One of Dyad's core innovations is its bidirectional interface. You can build a system diagram visually; drag a motor here, a controller there, wire up the feedback loop. Instantly, Dyad generates the Julia code for that exact model.
Want to tweak the code? Change a parameter or add a term to the equation? As soon as you save, the GUI updates to reflect your edits.
This makes Dyad feel natural to both kinds of engineers; those who think in circuits and mechanical linkages, and those who think in algorithms and source files.
Dyad sits on top of Julia’s powerful DifferentialEquations.jl ecosystem, so it can represent the kinds of complex physics you find in real-world systems, from ODEs to PDEs.
But the real magic is what happens after you build a model:
It’s not only building a digital twin but also making a digital twin that learns, adapts, and improves over time.
Dyad is already being used to model things like a NASA HL-20 lifting body, active suspension systems, and electric vehicle drivetrains, all with realistic degradation over years of operation.
That means you can ask questions like: What will the range of this EV be after a decade of use?
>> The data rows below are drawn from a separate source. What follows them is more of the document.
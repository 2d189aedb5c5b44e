//! What lies outside the causal past of every recorded bit goes.
//!
//! Walking backwards, a qubit is *live* if something that is kept acts on it
//! later, a bit if it is recorded or something that is kept reads it before it
//! is written again. The joint law of the recorded bits is the trace of what is
//! kept, and a trace-preserving operation on qubits nobody looks at again does
//! not change a partial trace over them: Tr_A[(E_A ⊗ 1)ρ] = Tr_A ρ. So an
//! operation stays only if it touches a live qubit or writes a live bit.
//!
//! Liveness before an operation that stays:
//! - a gate makes all its qubits live, a swap exchanges theirs;
//! - a Pauli channel is a mixture of products of one-qubit unitaries, so what it
//!   does to its live qubits does not depend on the others: these stay as dead
//!   as they were;
//! - a reset forgets what was before; a prepared state needs its fresh qubit, so
//!   what made it fresh stays;
//! - a measurement or an assignment forgets the old value of its bit. Under a
//!   condition neither forgets anything, and the condition becomes live. A
//!   measurement whose bit is dead is kept as a measurement without one.

use crate::circuit::{BitExpression, Clifford};
use crate::magic::{Instruction, Kind, Schedule};

/// Takes out what no recorded bit can see. `recorded[b]` says whether bit b is
/// recorded; bits past its end are not. Returns for every site whether it went.
pub(super) fn trim(schedule: &mut Schedule, qubits: usize, recorded: &[bool]) -> Vec<bool> {
    let mut cone = Cone {
        qubits: vec![false; qubits],
        bits: recorded.to_vec(),
    };
    let mut gone = vec![false; schedule.sites.len()];
    let mut kept: Vec<bool> = schedule
        .instructions
        .iter_mut()
        .rev()
        .map(|instruction| {
            let keep = cone.sees(&instruction.kind);
            if keep {
                cone.widen(instruction);
            } else if let Kind::Gate { site, .. } | Kind::Prepare { site, .. } = instruction.kind {
                gone[site as usize] = true;
            }
            keep
        })
        .collect();
    schedule.instructions.retain(|_| kept.pop().unwrap_or(true));
    gone
}

/// Live qubits and bits.
struct Cone {
    qubits: Vec<bool>,
    bits: Vec<bool>,
}

impl Cone {
    fn qubit(&self, qubit: u32) -> bool {
        self.qubits[qubit as usize]
    }

    fn bit(&self, bit: u32) -> bool {
        self.bits.get(bit as usize).copied().unwrap_or(false)
    }

    fn set_bit(&mut self, bit: u32, live: bool) {
        let bit = bit as usize;
        if bit >= self.bits.len() {
            self.bits.resize(bit + 1, false);
        }
        self.bits[bit] = live;
    }

    /// Whether anything live depends on it.
    fn sees(&self, kind: &Kind) -> bool {
        match kind {
            Kind::Clifford(gate) => any_qubit(gate, |qubit| self.qubit(qubit)),
            Kind::Gate { axes, .. } => axes.iter().flatten().any(|&(qubit, _)| self.qubit(qubit)),
            Kind::Measure { qubit, bit, .. } => {
                self.qubit(*qubit) || bit.is_some_and(|bit| self.bit(bit))
            }
            Kind::Prepare { qubit, .. } | Kind::Reset { qubit } | Kind::Damping { qubit, .. } => {
                self.qubit(*qubit)
            }
            Kind::Assign { bit, .. } => self.bit(*bit),
            Kind::Pauli(channel) => channel.qubits.iter().any(|&qubit| self.qubit(qubit)),
        }
    }

    /// Goes back before an instruction that stays.
    fn widen(&mut self, instruction: &mut Instruction) {
        let always = instruction.condition.is_none();
        match &mut instruction.kind {
            Kind::Clifford(Clifford::Swap(a, b)) if always => {
                self.qubits.swap(*a as usize, *b as usize);
            }
            Kind::Clifford(gate) => {
                any_qubit(gate, |qubit| {
                    self.qubits[qubit as usize] = true;
                    false
                });
            }
            Kind::Gate { axes, .. } => {
                for &(qubit, _) in axes.iter().flatten() {
                    self.qubits[qubit as usize] = true;
                }
            }
            Kind::Measure { qubit, bit, .. } => {
                *bit = bit.filter(|&bit| self.bit(bit));
                if let (Some(bit), true) = (*bit, always) {
                    self.set_bit(bit, false);
                }
                self.qubits[*qubit as usize] = true;
            }
            Kind::Reset { qubit } if always => self.qubits[*qubit as usize] = false,
            Kind::Assign { bit, value } => {
                if always {
                    self.set_bit(*bit, false);
                }
                self.read(value);
            }
            Kind::Prepare { .. } | Kind::Reset { .. } | Kind::Damping { .. } | Kind::Pauli(_) => {}
        }
        if let Some(condition) = instruction.condition {
            self.set_bit(condition, true);
        }
    }

    fn read(&mut self, value: &BitExpression) {
        match value {
            BitExpression::Constant(_) => {}
            BitExpression::Bit(bit) => self.set_bit(*bit, true),
            BitExpression::Not(inner) => self.read(inner),
            BitExpression::Xor(parts) | BitExpression::And(parts) | BitExpression::Or(parts) => {
                parts.iter().for_each(|part| self.read(part));
            }
        }
    }
}

/// Whether the test holds for a qubit of the gate; stops at the first.
fn any_qubit(gate: &Clifford, mut test: impl FnMut(u32) -> bool) -> bool {
    match gate {
        Clifford::X(q)
        | Clifford::Y(q)
        | Clifford::Z(q)
        | Clifford::H(q)
        | Clifford::S(q)
        | Clifford::Sdg(q) => test(*q),
        Clifford::Cx(a, b) | Clifford::Cz(a, b) | Clifford::Swap(a, b) => test(*a) || test(*b),
        Clifford::QuarterTurn(axis) => axis.iter().any(|&(qubit, _)| test(qubit)),
    }
}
And get an answer based on a high-fidelity simulation, not a back-of-the-envelope guess.
Even more exciting: Dyad models aren’t trapped inside the design software. They can be deployed directly into embedded systems that run inside vehicles, aircraft, and industrial machines.
Dyad enables software-defined physical products, where performance improves over time.
Can a ten thousand dollar vehicle feel like a Porsche because of the software running it? With Dyad, it's possible.
In a Dyad world, a product isn’t frozen the day it leaves the factory. Its digital twin keeps learning, the control software keeps improving, and the performance keeps getting better.
Dyad wouldn’t exist without the Julia ecosystem. Every package, solver, and library that’s been built over the years is part of what makes this possible. And Dyad gives something back — a way for any Julia package to be pulled straight into a modeling workflow and run in production systems.
If you’ve built a Julia package, Dyad can directly interface with it, meaning your work could be driving the next generation of drones, EVs, or robotics.
Dyad isn’t just about merging software and engineering. It’s about bridging the gap between design and operation, between simulation and reality, between the physical and the digital.
It’s about building systems that get better over time, and giving engineers, scientists, and developers a shared language to make it happen.
The future of engineering design is here. And it’s written in Julia.